While uranium concentrations at two water sampling locations exceeded the guideline for the protection of aquatic life (15 µg/L) issued by the Canadian Environmental Quality Guidelines (CCME), they have significantly decreased since decommissioning of Madawaska with improvement over the last two decades. These results are also slightly above the Ontario provincial drinking water standard (20 µg/L) but are well within the range of safety margins incorporated into the development of this standard (i.e., 100 fold safety factor incorporated). It should also be noted that none of the samples taken were from locations that should be used as untreated drinking water sources.
The sediment results indicate little to no environmental impact as they are either similar to those measured at the reference stations, below the screening guidelines, or marginally above the lower bounding guideline value. As this sampling campaign was completed in watersheds supporting mining, slightly elevated concentrations are to be expected as demonstrated by the number of reference stations exceeding the lower bounding values.

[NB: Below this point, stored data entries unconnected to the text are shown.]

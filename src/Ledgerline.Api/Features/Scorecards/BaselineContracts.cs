using System.Text.Json;
using Ledgerline.Scoring.Scorecards;

namespace Ledgerline.Api.Features.Scorecards;

/// <summary>
/// A development baseline: either the sample <paramref name="Records"/> (scored here, aggregated,
/// then discarded) or the <paramref name="Aggregates"/> themselves; exactly one of the two.
/// </summary>
/// <param name="Records">Development rows; give <c>bad</c> on every row or on none.</param>
/// <param name="ScoreBinEdges">Upper edges (inclusive, ascending) of the score bins; default: deciles of the development scores.</param>
/// <param name="Aggregates">Aggregates computed elsewhere.</param>
public sealed record BaselineRequest(
    IReadOnlyList<BaselineRecord>? Records,
    IReadOnlyList<decimal>? ScoreBinEdges,
    BaselineAggregates? Aggregates);

/// <summary>One development row: its characteristics and, optionally, whether it went bad.</summary>
public sealed record BaselineRecord(Dictionary<string, JsonElement>? Characteristics, bool? Bad);

/// <summary>A version's baseline as stored.</summary>
public sealed record BaselineResponse(int Version, DateTimeOffset AttachedAt, string AttachedBy, BaselineAggregates Aggregates);
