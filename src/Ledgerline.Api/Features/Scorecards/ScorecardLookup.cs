using Ledgerline.Api.Data;
using Ledgerline.Api.Http;
using Microsoft.AspNetCore.Http.HttpResults;
using Microsoft.EntityFrameworkCore;

namespace Ledgerline.Api.Features.Scorecards;

/// <summary>Finding a scorecard or version by its route key, with the 404 wording every feature shares.</summary>
public static class ScorecardLookup
{
    public static Task<Scorecard?> FindAsync(LedgerlineDbContext db, string key, CancellationToken ct) =>
        db.Scorecards.FirstOrDefaultAsync(s => s.Key == key, ct);

    public static Task<ScorecardVersion?> FindVersionAsync(LedgerlineDbContext db, long scorecardId, int version, CancellationToken ct) =>
        db.Versions.Include(v => v.Baseline).FirstOrDefaultAsync(v => v.ScorecardId == scorecardId && v.Number == version, ct);

    /// <summary>
    /// The scorecard and one of its versions by route values, or the 404 naming which is missing.
    /// </summary>
    public static async Task<VersionLookup> FindVersionAsync(LedgerlineDbContext db, string key, int version, CancellationToken ct)
    {
        var scorecard = await FindAsync(db, key, ct);
        if (scorecard is null)
        {
            return new VersionLookup(null, null, NotFound(key));
        }

        var found = await FindVersionAsync(db, scorecard.Id, version, ct);
        return found is null ? new VersionLookup(null, null, VersionNotFound(key, version)) : new VersionLookup(scorecard, found, null);
    }

    public static ProblemHttpResult NotFound(string key) =>
        Problems.NotFound($"There is no scorecard '{key}'. GET /scorecards lists the ones that exist.");

    public static ProblemHttpResult VersionNotFound(string key, int version) =>
        Problems.NotFound($"Scorecard '{key}' has no version {version}. GET /scorecards/{key}/versions lists its versions.");

    public static string ToWire(this VersionStatus status) => status switch
    {
        VersionStatus.Draft => "draft",
        VersionStatus.Approved => "approved",
        _ => "retired",
    };
}

/// <summary>A scorecard and version found by route values; <see cref="Problem"/> says which was missing.</summary>
public sealed record VersionLookup(Scorecard? Scorecard, ScorecardVersion? Version, ProblemHttpResult? Problem)
{
    [System.Diagnostics.CodeAnalysis.MemberNotNullWhen(true, nameof(Scorecard), nameof(Version))]
    [System.Diagnostics.CodeAnalysis.MemberNotNullWhen(false, nameof(Problem))]
    public bool Found => Problem is null;
}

Furthermore, multiple environmental and human health assessments have been completed by the licensee and/or federal-provincial authorities over the last two decades and demonstrate no unreasonable risk.
Focus on health
The CNSC also conducts studies and reviews third-party research to assess the health of the public near nuclear facilities. For example, the CNSC funded a study conducted by Cancer Care Ontario to examine the risk of lung cancer mortality among miners who worked at the Bancroft, Elliot Lake, and Agnew historical mine sites from 1954 to 1996. The study concluded that in general, for all causes of death, male mine workers were healthier than the general male population, and their health was similar to that of the general male population, considering all causes of cancer death. However, uranium miners did have higher lung cancer mortality than the general male population, due to working in conditions prior to radon protection measures. As radon exposure increases, the likelihood of developing lung cancer increases. Ontario miners also had higher rates of silicosis, from exposure to ore with high silica content.

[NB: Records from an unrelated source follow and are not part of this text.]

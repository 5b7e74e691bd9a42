using Ledgerline.Api.Data;
using Ledgerline.Api.Http;
using Microsoft.AspNetCore.Http.HttpResults;
using Microsoft.EntityFrameworkCore;

namespace Ledgerline.Api.Features.Scorecards;

/// <summary>Finding a scorecard or version by its route key, with the 404 wording every feature shares.</summary>
public static class ScorecardLookup
{
    public static Task<Scorecard?> FindAsync(LedgerlineDbContext db, string key, CancellationToken ct) =>
        db.Scorecards.FirstOrDefaultAsync(s => s.Key == key, ct);

    public static Task<ScorecardVersion?> FindVersionAsync(LedgerlineDbContext db, long scorecardId, int version, CancellationToken ct) =>
        db.Versions.Include(v => v.Baseline).FirstOrDefaultAsync(v => v.ScorecardId == scorecardId && v.Number == version, ct);

    public static ProblemHttpResult NotFound(string key) =>
        Problems.NotFound($"There is no scorecard '{key}'. GET /scorecards lists the ones that exist.");

    public static ProblemHttpResult VersionNotFound(string key, int version) =>
        Problems.NotFound($"Scorecard '{key}' has no version {version}. GET /scorecards/{key}/versions lists its versions.");

    public static string ToWire(this VersionStatus status) => status switch
    {
        VersionStatus.Draft => "draft",
        VersionStatus.Approved => "approved",
        _ => "retired",
    };
}
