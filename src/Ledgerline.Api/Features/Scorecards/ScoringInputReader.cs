using System.Text.Json;
using Ledgerline.Scoring.Engine;
using Ledgerline.Scoring.Scorecards;

namespace Ledgerline.Api.Features.Scorecards;

/// <summary>Turns a request's characteristics (name → JSON value) into scoring values for one version.</summary>
public static class ScoringInputReader
{
    /// <summary>
    /// Fills <paramref name="values"/> (one per characteristic of <paramref name="scorecard"/>) from
    /// the input. Names the version does not use are skipped here; the caller decides whether an
    /// unused name is a typo. Returns a problem for a value of a JSON kind no characteristic takes.
    /// </summary>
    public static FieldProblem? Read(
        CompiledScorecard scorecard, IReadOnlyDictionary<string, JsonElement> input, Span<ScoringValue> values, string pathPrefix = "characteristics")
    {
        values.Clear();
        foreach (var (name, element) in input)
        {
            var index = scorecard.IndexOf(name);
            if (index < 0)
            {
                continue;
            }

            switch (element.ValueKind)
            {
                case JsonValueKind.Null:
                case JsonValueKind.Undefined:
                    values[index] = ScoringValue.Missing;
                    break;
                case JsonValueKind.String:
                    values[index] = ScoringValue.Of(element.GetString()!);
                    break;
                case JsonValueKind.Number when element.TryGetDecimal(out var number):
                    values[index] = ScoringValue.Of(number);
                    break;
                case JsonValueKind.Number:
                    return new FieldProblem($"{pathPrefix}.{name}", "is a number out of the range this service takes (about ±7.9e28)");
                default:
                    return new FieldProblem($"{pathPrefix}.{name}", $"must be a number, a text or null; got a JSON {element.ValueKind.ToString().ToLowerInvariant()}");
            }
        }

        return null;
    }

    /// <summary>The first input name that none of the given versions uses (a likely typo), or null.</summary>
    public static string? FirstUnknownName(IEnumerable<string> names, IReadOnlyList<CompiledScorecard> versions) =>
        names.FirstOrDefault(n => versions.All(v => v.IndexOf(n) < 0));
}
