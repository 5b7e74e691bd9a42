using System.Security.Claims;
using Ledgerline.Api.Data;
using Ledgerline.Api.Data.Audit;
using Ledgerline.Api.Features.Access;
using Ledgerline.Api.Http;
using Microsoft.AspNetCore.Http.HttpResults;
using Microsoft.EntityFrameworkCore;

namespace Ledgerline.Api.Features.Scorecards;

public static class ScorecardEndpoints
{
    public static IEndpointRouteBuilder MapScorecards(this IEndpointRouteBuilder routes)
    {
        // Families: analysts create them; analysts and risk managers read them. Keys limited to
        // some scorecards see only those.
        var group = routes.MapGroup("/scorecards").WithTags("Scorecards").ForScorecardRoutes();
        group.MapPost("/", CreateScorecard).WithValidation<CreateScorecardRequest>().AllowRoles(Roles.Analyst);
        group.MapGet("/", ListScorecards).AllowRoles(Roles.Analyst, Roles.Risk);
        group.MapGet("/{key}", GetScorecard).AllowRoles(Roles.Analyst, Roles.Risk);
        return routes;
    }

    public static async Task<Results<Created<ScorecardResponse>, ProblemHttpResult>> CreateScorecard(
        CreateScorecardRequest request, ClaimsPrincipal user, LedgerlineDbContext db, TimeProvider clock, CancellationToken ct)
    {
        if (!Actor.MayUseScorecard(user, request.Key))
        {
            return TypedResults.Problem(detail: $"This key is limited to other scorecards than '{request.Key}'.", statusCode: StatusCodes.Status403Forbidden, title: "Forbidden");
        }

        if (await db.Scorecards.AnyAsync(s => s.Key == request.Key, ct))
        {
            return Problems.Conflict($"A scorecard with key '{request.Key}' exists already; keys never change, so pick another or register a new version of that one.");
        }

        var definition = request.OutcomeDefinition!;
        var scorecard = new Scorecard
        {
            Key = request.Key,
            Name = request.Name,
            BadDaysPastDue = definition.BadDaysPastDue!.Value,
            IndeterminateDaysPastDue = definition.IndeterminateDaysPastDue!.Value,
            PerformanceWindowMonths = definition.PerformanceWindowMonths!.Value,
            CreatedAt = clock.GetUtcNow(),
            CreatedBy = Actor.Of(user),
        };
        db.Scorecards.Add(scorecard);
        db.Record(scorecard.CreatedBy, "scorecard.created", scorecard.Key, request, scorecard.CreatedAt);
        try
        {
            await db.SaveChangesAsync(ct);
        }
        catch (DbUpdateException)
        {
            return Problems.Conflict($"A scorecard with key '{request.Key}' exists already.");
        }

        return TypedResults.Created($"/scorecards/{scorecard.Key}", ToResponse(scorecard));
    }

    public static async Task<Ok<List<ScorecardResponse>>> ListScorecards(ClaimsPrincipal user, LedgerlineDbContext db, CancellationToken ct)
    {
        var scorecards = await db.Scorecards.AsNoTracking().Include(s => s.Versions).ThenInclude(v => v.Baseline)
            .OrderBy(s => s.Key).ToListAsync(ct);
        return TypedResults.Ok(scorecards.Where(s => Actor.MayUseScorecard(user, s.Key)).Select(ToResponse).ToList());
    }

    public static async Task<Results<Ok<ScorecardResponse>, ProblemHttpResult>> GetScorecard(string key, LedgerlineDbContext db, CancellationToken ct)
    {
        var scorecard = await db.Scorecards.AsNoTracking().Include(s => s.Versions).ThenInclude(v => v.Baseline)
            .FirstOrDefaultAsync(s => s.Key == key, ct);
        return scorecard is null ? ScorecardLookup.NotFound(key) : TypedResults.Ok(ToResponse(scorecard));
    }

    private static ScorecardResponse ToResponse(Scorecard s) => new(
        s.Key,
        s.Name,
        new OutcomeDefinition(s.BadDaysPastDue, s.IndeterminateDaysPastDue, s.PerformanceWindowMonths),
        s.CreatedAt,
        s.CreatedBy,
        s.Versions.OrderBy(v => v.Number)
            .Select(v => new VersionSummary(v.Number, v.Status.ToWire(), v.ContentHash, v.Baseline is not null)).ToList());
}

CNSC staff have also reviewed the Hastings Prince Edward Public Health Unit’s Population Health Assessment, which includes Bancroft and found that cancer rates were comparable to those in other similar regions where there are no nuclear facilities.

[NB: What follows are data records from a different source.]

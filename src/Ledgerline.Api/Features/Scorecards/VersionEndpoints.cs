using System.Security.Claims;
using System.Text;
using Ledgerline.Api.Data;
using Ledgerline.Api.Data.Audit;
using Ledgerline.Api.Features.Access;
using Ledgerline.Api.Http;
using Ledgerline.Scoring.Engine;
using Ledgerline.Scoring.Scorecards;
using Microsoft.AspNetCore.Http.HttpResults;
using Microsoft.EntityFrameworkCore;

namespace Ledgerline.Api.Features.Scorecards;

public static class VersionEndpoints
{
    /// <summary>A 200-characteristic × 50-bin table is about 1 MB of JSON; leave room above it.</summary>
    public const long VersionBodyLimitBytes = 8 * 1024 * 1024;

    public static IEndpointRouteBuilder MapVersions(this IEndpointRouteBuilder routes)
    {
        // Analysts register and try versions; risk managers approve and retire them (never the
        // key that registered the version: four eyes). Both read.
        var group = routes.MapGroup("/scorecards/{key}/versions").WithTags("Versions").ForScorecardRoutes();
        group.MapPost("/", RegisterVersion).WithValidation<RegisterVersionRequest>().WithBodyLimit(VersionBodyLimitBytes).AllowRoles(Roles.Analyst);
        group.MapGet("/", ListVersions).AllowRoles(Roles.Analyst, Roles.Risk);
        group.MapGet("/{version:int}", GetVersion).AllowRoles(Roles.Analyst, Roles.Risk);
        group.MapPost("/{version:int}/approval", ApproveVersion).AllowRoles(Roles.Risk);
        group.MapPost("/{version:int}/retirement", RetireVersion).AllowRoles(Roles.Risk);
        group.MapPost("/{version:int}/score", TryVersion).WithValidation<ScoreRequest>().AllowRoles(Roles.Analyst);
        return routes;
    }

    public static async Task<Results<Created<RegisteredVersionResponse>, Ok<RegisteredVersionResponse>, ProblemHttpResult>> RegisterVersion(
        string key, RegisterVersionRequest request, ClaimsPrincipal user, LedgerlineDbContext db, TimeProvider clock, CancellationToken ct)
    {
        var scorecard = await ScorecardLookup.FindAsync(db, key, ct);
        if (scorecard is null)
        {
            return ScorecardLookup.NotFound(key);
        }

        var definition = request.ToDefinition();
        var content = ScorecardContent.CanonicalJson(definition);
        var hash = ScorecardContent.Hash(definition);
        for (var attempt = 0; ; attempt++)
        {
            var existing = await db.Versions.AsNoTracking().FirstOrDefaultAsync(v => v.ScorecardId == scorecard.Id && v.ContentHash == hash, ct);
            if (existing is not null)
            {
                return TypedResults.Ok(new RegisteredVersionResponse(existing.Number, existing.Status.ToWire(), existing.ContentHash));
            }

            var number = 1 + (await db.Versions.Where(v => v.ScorecardId == scorecard.Id).MaxAsync(v => (int?)v.Number, ct) ?? 0);
            var version = new ScorecardVersion
            {
                ScorecardId = scorecard.Id,
                Number = number,
                Status = VersionStatus.Draft,
                ContentHash = hash,
                Content = Encoding.UTF8.GetString(content),
                RegisteredAt = clock.GetUtcNow(),
                RegisteredBy = Actor.Of(user),
            };
            db.Versions.Add(version);
            db.Record(version.RegisteredBy, "version.registered", $"{key}/versions/{number}", new { contentHash = hash }, version.RegisteredAt);
            try
            {
                await db.SaveChangesAsync(ct);
                return TypedResults.Created($"/scorecards/{key}/versions/{number}", new RegisteredVersionResponse(number, "draft", hash));
            }
            catch (DbUpdateException) when (attempt < 5)
            {
                // Another registration took this number or this content meanwhile; look again.
                db.ChangeTracker.Clear();
            }
        }
    }

    public static async Task<Results<Ok<List<VersionResponse>>, ProblemHttpResult>> ListVersions(string key, LedgerlineDbContext db, CancellationToken ct)
    {
        var scorecard = await ScorecardLookup.FindAsync(db, key, ct);
        if (scorecard is null)
        {
            return ScorecardLookup.NotFound(key);
        }

        var versions = await db.Versions.AsNoTracking().Include(v => v.Baseline)
            .Where(v => v.ScorecardId == scorecard.Id).OrderBy(v => v.Number).ToListAsync(ct);
        return TypedResults.Ok(versions.Select(ToResponse).ToList());
    }

    public static async Task<Results<Ok<VersionResponse>, ProblemHttpResult>> GetVersion(string key, int version, LedgerlineDbContext db, CancellationToken ct)
    {
        var scorecard = await ScorecardLookup.FindAsync(db, key, ct);
        if (scorecard is null)
        {
            return ScorecardLookup.NotFound(key);
        }

        var found = await ScorecardLookup.FindVersionAsync(db, scorecard.Id, version, ct);
        return found is null ? ScorecardLookup.VersionNotFound(key, version) : TypedResults.Ok(ToResponse(found));
    }

    public static async Task<Results<Ok<VersionResponse>, ProblemHttpResult>> ApproveVersion(
        string key, int version, ClaimsPrincipal user, LedgerlineDbContext db, TimeProvider clock, CancellationToken ct)
    {
        var lookup = await ScorecardLookup.FindVersionAsync(db, key, version, ct);
        if (!lookup.Found)
        {
            return lookup.Problem;
        }

        var (scorecard, found) = (lookup.Scorecard, lookup.Version);

        if (found.Status != VersionStatus.Draft)
        {
            return Problems.Conflict($"Version {version} is {found.Status.ToWire()}; only a draft can be approved.");
        }

        if (found.Baseline is null)
        {
            return Problems.Conflict($"Version {version} has no development baseline; attach one with PUT /scorecards/{key}/versions/{version}/baseline before approval.");
        }

        var actor = Actor.Of(user);
        if (found.RegisteredBy == actor)
        {
            return TypedResults.Problem(
                detail: $"This key registered version {version}; a second person must approve it (four-eyes rule).",
                statusCode: StatusCodes.Status403Forbidden,
                title: "Four-eyes rule");
        }

        found.Status = VersionStatus.Approved;
        found.ApprovedAt = clock.GetUtcNow();
        found.ApprovedBy = actor;
        db.Record(actor, "version.approved", $"{key}/versions/{version}", new { contentHash = found.ContentHash, status = "approved" }, found.ApprovedAt.Value);
        await db.SaveChangesAsync(ct);
        return TypedResults.Ok(ToResponse(found));
    }

    public static async Task<Results<Ok<VersionResponse>, ProblemHttpResult>> RetireVersion(
        string key, int version, ClaimsPrincipal user, LedgerlineDbContext db, TimeProvider clock, CancellationToken ct)
    {
        var lookup = await ScorecardLookup.FindVersionAsync(db, key, version, ct);
        if (!lookup.Found)
        {
            return lookup.Problem;
        }

        var (scorecard, found) = (lookup.Scorecard, lookup.Version);

        if (found.Status == VersionStatus.Retired)
        {
            return Problems.Conflict($"Version {version} is retired already.");
        }

        var plan = await db.TrafficPlans.AsNoTracking().Where(p => p.ScorecardId == scorecard.Id)
            .OrderByDescending(p => p.Revision).FirstOrDefaultAsync(ct);
        if (plan is not null && plan.Includes(version))
        {
            return Problems.Conflict($"Version {version} is in traffic plan revision {plan.Revision}; change the plan (PUT /scorecards/{key}/traffic) before retiring it.");
        }

        found.Status = VersionStatus.Retired;
        found.RetiredAt = clock.GetUtcNow();
        found.RetiredBy = Actor.Of(user);
        db.Record(found.RetiredBy, "version.retired", $"{key}/versions/{version}", new { contentHash = found.ContentHash, status = "retired" }, found.RetiredAt.Value);
        await db.SaveChangesAsync(ct);
        return TypedResults.Ok(ToResponse(found));
    }

    public static async Task<Results<Ok<ScoreResponse>, ValidationProblem, ProblemHttpResult>> TryVersion(
        string key, int version, ScoreRequest request, LedgerlineDbContext db, VersionCache cache, CancellationToken ct)
    {
        var lookup = await ScorecardLookup.FindVersionAsync(db, key, version, ct);
        if (!lookup.Found)
        {
            return lookup.Problem;
        }

        var (scorecard, found) = (lookup.Scorecard, lookup.Version);

        var compiled = cache.GetOrCompile(scorecard.Id, version, found.Content);
        var input = request.Characteristics!;
        if (ScoringInputReader.FirstUnknownName(input.Keys, [compiled]) is { } unknown)
        {
            return Problems.Invalid($"characteristics.{unknown}",
                $"version {version} has no characteristic '{unknown}'; it uses: {string.Join(", ", compiled.Definition.Characteristics.Select(c => c.Name))}");
        }

        var values = new ScoringValue[compiled.CharacteristicCount];
        if (ScoringInputReader.Read(compiled, input, values) is { } problem)
        {
            return Problems.Invalid([problem]);
        }

        var result = compiled.Score(values, out var failure);
        return result is null
            ? Problems.Invalid($"characteristics.{failure!.Characteristic}", failure.Message)
            : TypedResults.Ok(ScoreMapping.ToResponse(compiled, version, result));
    }

    private static VersionResponse ToResponse(ScorecardVersion v) => new(
        v.Number,
        v.Status.ToWire(),
        v.ContentHash,
        v.RegisteredAt,
        v.RegisteredBy,
        v.ApprovedAt,
        v.ApprovedBy,
        v.RetiredAt,
        v.RetiredBy,
        v.Baseline is not null,
        VersionMapping.ParseStored(v.Content).ToDocument());
}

For more general health information and data for your community, visit the following websites:
- Haliburton, Kawartha, Pine Ridge District Health Unit: https://www.hkpr.on.ca/ (please contact HKPR staff for health reports)
- Hastings Prince Edward Public Health: https://hpepublichealth.ca/2017-population-health-assessment/
- Cancer Care Ontario: https://www.cancercareontario.ca/en/statistical-reports
- Public Health Ontario: https://www.publichealthontario.ca/en/data-and-analysis/commonly-used-products/snapshots
IEMP results from 2019 indicate that the public and the environment around the Bancroft mine sites are protected and there are no expected health impacts. These results are consistent with the results submitted by the EWL Management Ltd. and Barrick Gold Corporation demonstrating that the licensees’ environmental protection program protects the health and safety of people and the environment.
The CNSC is transitioning to an online reporting format for the IEMP. All IEMP information will be available on the online dashboard once this upgrade is complete. The CNSC recommends referencing online material for the most up to date and accurate data.